--- Activity ---
Locate each line in the records containing "return". Copy it.

--- Extracted material ---
------------------------------------------------------------------------

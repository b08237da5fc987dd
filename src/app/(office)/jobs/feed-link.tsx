"use client";
import { CopyButton } from "@/components/ui/copy-button";

/** The crew's calendar feed: subscribe on the phone (webcal:) or copy the address. */
export function FeedLink({ feedUrl, crewName }: { feedUrl: string; crewName: string }) {
  const webcal = feedUrl.replace(/^https?:/, "webcal:");
  return (
    <section className="card mt-8 p-4" aria-labelledby="feed-heading">
      <h2 id="feed-heading" className="font-semibold">
        {crewName}&apos;s calendar
      </h2>
      <p className="mt-1 text-sm text-graphite-soft">Surveys, installs and inspections in your phone&apos;s calendar. Keep the address to yourselves.</p>
      <div className="mt-3 flex flex-wrap gap-2">
        <a href={webcal} className="btn-quiet">
          Subscribe
        </a>
        <CopyButton text={feedUrl} label="Copy address" copiedLabel="Address copied" />
      </div>
    </section>
  );
}
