/**
 * Records the customer opening the page: "opened" the first time, "viewed" at most once per
 * 10 minutes after that, each on the proposal's events and the deal's Timeline. Only live and
 * signed versions record (an old link's visits are not the customer reading this proposal).
 */
export async function recordProposalView(p: ProposalRow, client: ClientMeta, now = new Date()): Promise<void> {
  const state = proposalLinkState(p, now);
  if (state !== "live" && state !== "signed") return;
  if (p.lastViewedAt && now.getTime() - p.lastViewedAt.getTime() < VIEW_THROTTLE_MS) return;
  await db().transaction(async (tx) => {
    const [row] = await tx
      .select({ firstOpenedAt: proposal.firstOpenedAt, lastViewedAt: proposal.lastViewedAt })
      .from(proposal)
      .where(and(eq(proposal.id, p.id), eq(proposal.companyId, p.companyId)))
      .for("update");
    if (!row) return;
    if (row.lastViewedAt && now.getTime() - row.lastViewedAt.getTime() < VIEW_THROTTLE_MS) return;
    const first = !row.firstOpenedAt;
    await tx
      .update(proposal)
      .set(first ? { firstOpenedAt: now, lastViewedAt: now } : { lastViewedAt: now })
      .where(and(eq(proposal.id, p.id), eq(proposal.companyId, p.companyId)));
    const kind = first ? "opened" : "viewed";
    await insertProposalEvent(tx, { companyId: p.companyId, proposalId: p.id, kind, client, at: now });
    await recordEvent(tx, {
      companyId: p.companyId,
      dealId: p.dealId,
      kind: `proposal.${kind}`,
      summary: `The customer ${first ? "opened" : "viewed"} proposal ${labelOf(p)}`,
      actorUserId: null,
      data: { proposalId: p.id, ip: client.ip },
    });
  });
}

------------------------------------------------------------------------

--- Task output ---
  return (
  if (state !== "live" && state !== "signed") return;
  if (p.lastViewedAt && now.getTime() - p.lastViewedAt.getTime() < VIEW_THROTTLE_MS) return;
    if (!row) return;
    if (row.lastViewedAt && now.getTime() - row.lastViewedAt.getTime() < VIEW_THROTTLE_MS) return;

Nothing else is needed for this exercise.